◆ **EXERCISE**: Copy the listing below line for line, starting at its first line and ending with the line that has "unknowns before the" in it. Add nothing.

◆ **EXTRACTED RECORDS**:
================

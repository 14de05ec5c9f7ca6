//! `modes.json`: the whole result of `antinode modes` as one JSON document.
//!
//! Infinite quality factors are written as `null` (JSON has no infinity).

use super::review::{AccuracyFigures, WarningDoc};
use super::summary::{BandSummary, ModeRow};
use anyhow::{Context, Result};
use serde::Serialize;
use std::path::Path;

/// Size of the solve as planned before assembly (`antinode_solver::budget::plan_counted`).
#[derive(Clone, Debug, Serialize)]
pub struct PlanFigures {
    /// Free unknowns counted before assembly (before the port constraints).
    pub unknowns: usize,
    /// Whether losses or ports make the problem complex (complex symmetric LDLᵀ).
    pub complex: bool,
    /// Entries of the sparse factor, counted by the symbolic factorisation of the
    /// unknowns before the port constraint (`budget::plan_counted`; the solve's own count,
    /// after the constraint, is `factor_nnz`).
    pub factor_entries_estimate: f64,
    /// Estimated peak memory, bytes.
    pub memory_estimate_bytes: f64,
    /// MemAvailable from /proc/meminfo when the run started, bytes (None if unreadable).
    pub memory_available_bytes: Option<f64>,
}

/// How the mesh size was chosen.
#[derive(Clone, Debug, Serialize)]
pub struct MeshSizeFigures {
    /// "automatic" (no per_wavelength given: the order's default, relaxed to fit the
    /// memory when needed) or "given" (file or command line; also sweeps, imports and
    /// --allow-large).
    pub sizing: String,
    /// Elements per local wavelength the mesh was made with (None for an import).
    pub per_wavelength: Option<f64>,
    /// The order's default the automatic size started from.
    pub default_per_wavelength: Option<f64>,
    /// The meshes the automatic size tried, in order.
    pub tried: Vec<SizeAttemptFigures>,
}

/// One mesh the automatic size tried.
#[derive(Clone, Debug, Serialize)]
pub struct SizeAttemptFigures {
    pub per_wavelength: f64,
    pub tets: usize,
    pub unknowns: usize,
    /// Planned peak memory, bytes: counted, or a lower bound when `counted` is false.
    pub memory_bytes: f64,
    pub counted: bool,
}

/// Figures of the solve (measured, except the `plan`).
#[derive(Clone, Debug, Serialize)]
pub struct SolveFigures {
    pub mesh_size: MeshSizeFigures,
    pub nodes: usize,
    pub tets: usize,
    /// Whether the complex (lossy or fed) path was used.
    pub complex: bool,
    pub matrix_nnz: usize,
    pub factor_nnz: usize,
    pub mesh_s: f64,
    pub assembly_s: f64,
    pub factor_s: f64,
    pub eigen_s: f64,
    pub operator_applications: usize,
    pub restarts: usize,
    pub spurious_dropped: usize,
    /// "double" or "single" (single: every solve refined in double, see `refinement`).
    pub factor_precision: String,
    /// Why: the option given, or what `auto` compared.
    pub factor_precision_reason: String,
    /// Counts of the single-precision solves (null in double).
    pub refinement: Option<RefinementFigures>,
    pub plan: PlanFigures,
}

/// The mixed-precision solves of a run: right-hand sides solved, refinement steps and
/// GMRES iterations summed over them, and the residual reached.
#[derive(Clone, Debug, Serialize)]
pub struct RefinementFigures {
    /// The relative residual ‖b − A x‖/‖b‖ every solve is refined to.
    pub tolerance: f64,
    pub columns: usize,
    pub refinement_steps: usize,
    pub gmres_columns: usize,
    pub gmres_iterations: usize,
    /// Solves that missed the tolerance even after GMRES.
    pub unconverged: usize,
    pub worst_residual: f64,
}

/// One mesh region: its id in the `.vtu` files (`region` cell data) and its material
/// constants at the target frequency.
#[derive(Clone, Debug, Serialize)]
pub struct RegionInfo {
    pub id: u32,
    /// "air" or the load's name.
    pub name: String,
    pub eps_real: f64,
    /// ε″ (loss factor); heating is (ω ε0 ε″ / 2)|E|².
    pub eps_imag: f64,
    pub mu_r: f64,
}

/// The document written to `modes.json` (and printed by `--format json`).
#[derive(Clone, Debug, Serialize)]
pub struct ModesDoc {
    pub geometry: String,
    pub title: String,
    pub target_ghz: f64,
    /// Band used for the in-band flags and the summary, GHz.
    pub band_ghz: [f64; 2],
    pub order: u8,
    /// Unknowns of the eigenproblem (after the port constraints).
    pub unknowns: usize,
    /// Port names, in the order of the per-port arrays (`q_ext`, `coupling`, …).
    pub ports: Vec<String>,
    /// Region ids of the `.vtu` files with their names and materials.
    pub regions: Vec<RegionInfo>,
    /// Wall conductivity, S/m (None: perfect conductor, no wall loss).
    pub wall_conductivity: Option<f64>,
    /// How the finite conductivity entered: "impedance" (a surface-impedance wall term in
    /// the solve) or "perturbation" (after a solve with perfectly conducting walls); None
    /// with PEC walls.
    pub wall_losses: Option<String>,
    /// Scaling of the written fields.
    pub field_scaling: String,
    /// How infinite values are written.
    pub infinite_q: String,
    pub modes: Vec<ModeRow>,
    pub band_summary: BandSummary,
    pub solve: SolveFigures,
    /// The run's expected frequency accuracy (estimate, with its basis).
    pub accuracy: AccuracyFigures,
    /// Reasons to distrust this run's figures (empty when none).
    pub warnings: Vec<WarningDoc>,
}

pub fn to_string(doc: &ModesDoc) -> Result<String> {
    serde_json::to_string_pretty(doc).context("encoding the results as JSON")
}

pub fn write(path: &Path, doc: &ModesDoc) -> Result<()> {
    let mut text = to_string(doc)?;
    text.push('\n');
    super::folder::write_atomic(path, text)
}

================

◆ **RESULT OF THE TASK**:
repository 14de05ec5c9f7ca6
//! `modes.json`: the whole result of `antinode modes` as one JSON document.
//!
//! Infinite quality factors are written as `null` (JSON has no infinity).

use super::review::{AccuracyFigures, WarningDoc};
use super::summary::{BandSummary, ModeRow};
use anyhow::{Context, Result};
use serde::Serialize;
use std::path::Path;

/// Size of the solve as planned before assembly (`antinode_solver::budget::plan_counted`).
#[derive(Clone, Debug, Serialize)]
pub struct PlanFigures {
    /// Free unknowns counted before assembly (before the port constraints).
    pub unknowns: usize,
    /// Whether losses or ports make the problem complex (complex symmetric LDLᵀ).
    pub complex: bool,
    /// Entries of the sparse factor, counted by the symbolic factorisation of the
    /// unknowns before the port constraint (`budget::plan_counted`; the solve's own count,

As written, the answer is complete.